Saturday, May 25, 2024

South Park: The End of Obesity + Unfrosted [Media Notes 122]

I’ve just watched South Park: The End of Obesity, more or less on general principle and out of curiosity. I’ve known about South Park more or less since it showed up in the late 1990s, but have only watched an episode or three plus bits and pieces. So I figured this would be a time to get acquainted, AND, it’s about those (semiglutide-based) weight loss drugs that have been making such a fuss lately. But I didn’t expect to see so much visual material that overlapped with Unfrosted. They are, after all, very different beasts.

Both are comedies, but Unfrosted is live-action and an hour-and-a-half long with Obesity is animated and only an hour. Obesity flat-out satire, and pretty gross at times, while Unfrosted doesn’t quite know what it wants to be aside from funny, along with being cheery and friendly. What do they have in common? Breakfast. And big business. In one case it’s the cereal business, in the other, it’s health insurance.
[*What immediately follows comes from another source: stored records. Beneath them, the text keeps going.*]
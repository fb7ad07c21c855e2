// Answers of read-only lists, kept while the database has not changed. Each request reads the
// database's current snapshot (pg_current_snapshot()): its text stays the same only while no
// transaction has committed or begun writing since, so a kept answer is exactly what reading the
// list again would give. The key holds the minute too, for lists that count days or mark what is
// overdue by the clock. Busy lists (the same page asked for by a room of people, or by a page that
// refreshes) then cost no statement of their own; the first request after a change reads afresh.
import etag from 'etag';
import type { Request, Response } from 'express';
import { QueryTypes } from 'sequelize';
import { sequelize } from '../../db';

/** Bytes of JSON kept at most per process, and per answer (a bigger one is not kept). */
const MAX_KEPT_BYTES = 16_000_000;
const MAX_ANSWER_BYTES = 2_000_000;

/** An answer as it is sent: its JSON's bytes and their entity tag, made once. */
export type Answer = { body: Buffer; etag: string };

type Kept = { state: string; answers: Map<string, Answer>; bytes: number };

let kept: Kept = { state: '', answers: new Map(), bytes: 0 };

/**
 * What an answer depends on besides its request: every committed write, and the clock's minute. The
 * snapshot is the one the request's sign-in check read, or read now.
 */
async function databaseState(snapshot?: string): Promise<string> {
  if (snapshot === undefined) {
    const [row] = await sequelize.query<{ snapshot: string }>('SELECT pg_current_snapshot()::text AS snapshot', { type: QueryTypes.SELECT });
    snapshot = row.snapshot;
  }
  return `${snapshot} ${new Date().toISOString().slice(0, 16)}`;
}

/**
 * The JSON of `read()`, or the same answer kept from an earlier request with the same `key` while
 * nothing has changed. `key` must name everything else the answer depends on (the list and its
 * parsed query); whoever may ask is checked before, so the answer must not depend on the user.
 * `snapshot`, when given, must have been read before `read()` runs (so that what it reads is at
 * least as new as what the key says).
 */
export async function unchangedAnswer(key: string, read: () => Promise<unknown>, snapshot?: string): Promise<Answer> {
  const state = await databaseState(snapshot);
  if (kept.state !== state) kept = { state, answers: new Map(), bytes: 0 };
  const store = kept;
  const found = store.answers.get(key);
  if (found) return found;
  // Each request that finds nothing kept reads on its own: a read shared with another request
  // would fail with it when that request's client leaves and its statements are cancelled.
  const body = Buffer.from(JSON.stringify(await read()));
  const answer = { body, etag: etag(body, { weak: true }) };
  if (body.length <= MAX_ANSWER_BYTES && store.bytes + body.length <= MAX_KEPT_BYTES && !store.answers.has(key)) {
    store.answers.set(key, answer);
    store.bytes += body.length;
  }
  return answer;
}

/** Sends `unchangedAnswer(key, read)`, with its entity tag (a client holding it gets 304). */
export async function sendUnchangedAnswer(req: Request, res: Response, key: string, read: () => Promise<unknown>) {
  const { body, etag } = await unchangedAnswer(key, read, req.databaseSnapshot);
  res.type('json').set('ETag', etag).send(body);
}

/** Forgets every kept answer (tests that compare a first read with a later one). */
export function forgetUnchangedAnswers() {
  kept = { state: '', answers: new Map(), bytes: 0 };
}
Eric Cartman, one of the munchkins at the center of the South Park universe, is overweight, but can’t get a prescription for Ozempic because his family’s insurance won’t cover it for weight loss purposes. His friends decide to help him. First they try to navigate the American health care system, to no avail (and accompanied by a sprightly song). So they decided to go into business manufacturing the drug themselves. Meanwhile a women’s group is scoring black-market drugs for themselves, and are joined by one man, Randy, a prominent recurring character in this world. Before you know it these two enterprises collide in comic mayhem.

And that mayhem involves a gang of very angry cereal mascots, including Tony the Tiger, the Trix rabbit but, more prominently, Cap’n Crunch, and Sonny the Cuckoo Bird (Cocoa Puffs). What's their motivation? Obesity drugs are cutting into the cereal market, just like Pop-Tarts! That’s one (unexpected) conjunction between these two movies. They go to war on behalf of Big Cereal and Big Sugar. Another conjunction. Meanwhile we have Cartman’s affection for something called breakfast bombs, which seems to involve a bucket of Kentucky Fried Chicken that also includes cereal and milk. He resorts to these in panic when he can’t get more of the black-market drug his friends have made for him (the lab was destroyed and the shipment hijacked). And then there’s the super bomb called the Oppenheimer, which involves Twinkies and gravy. There’s one beyond that, the Stormy Daniels.

There you have it, breakfast, cereal mascots, big business, and violence, the American way.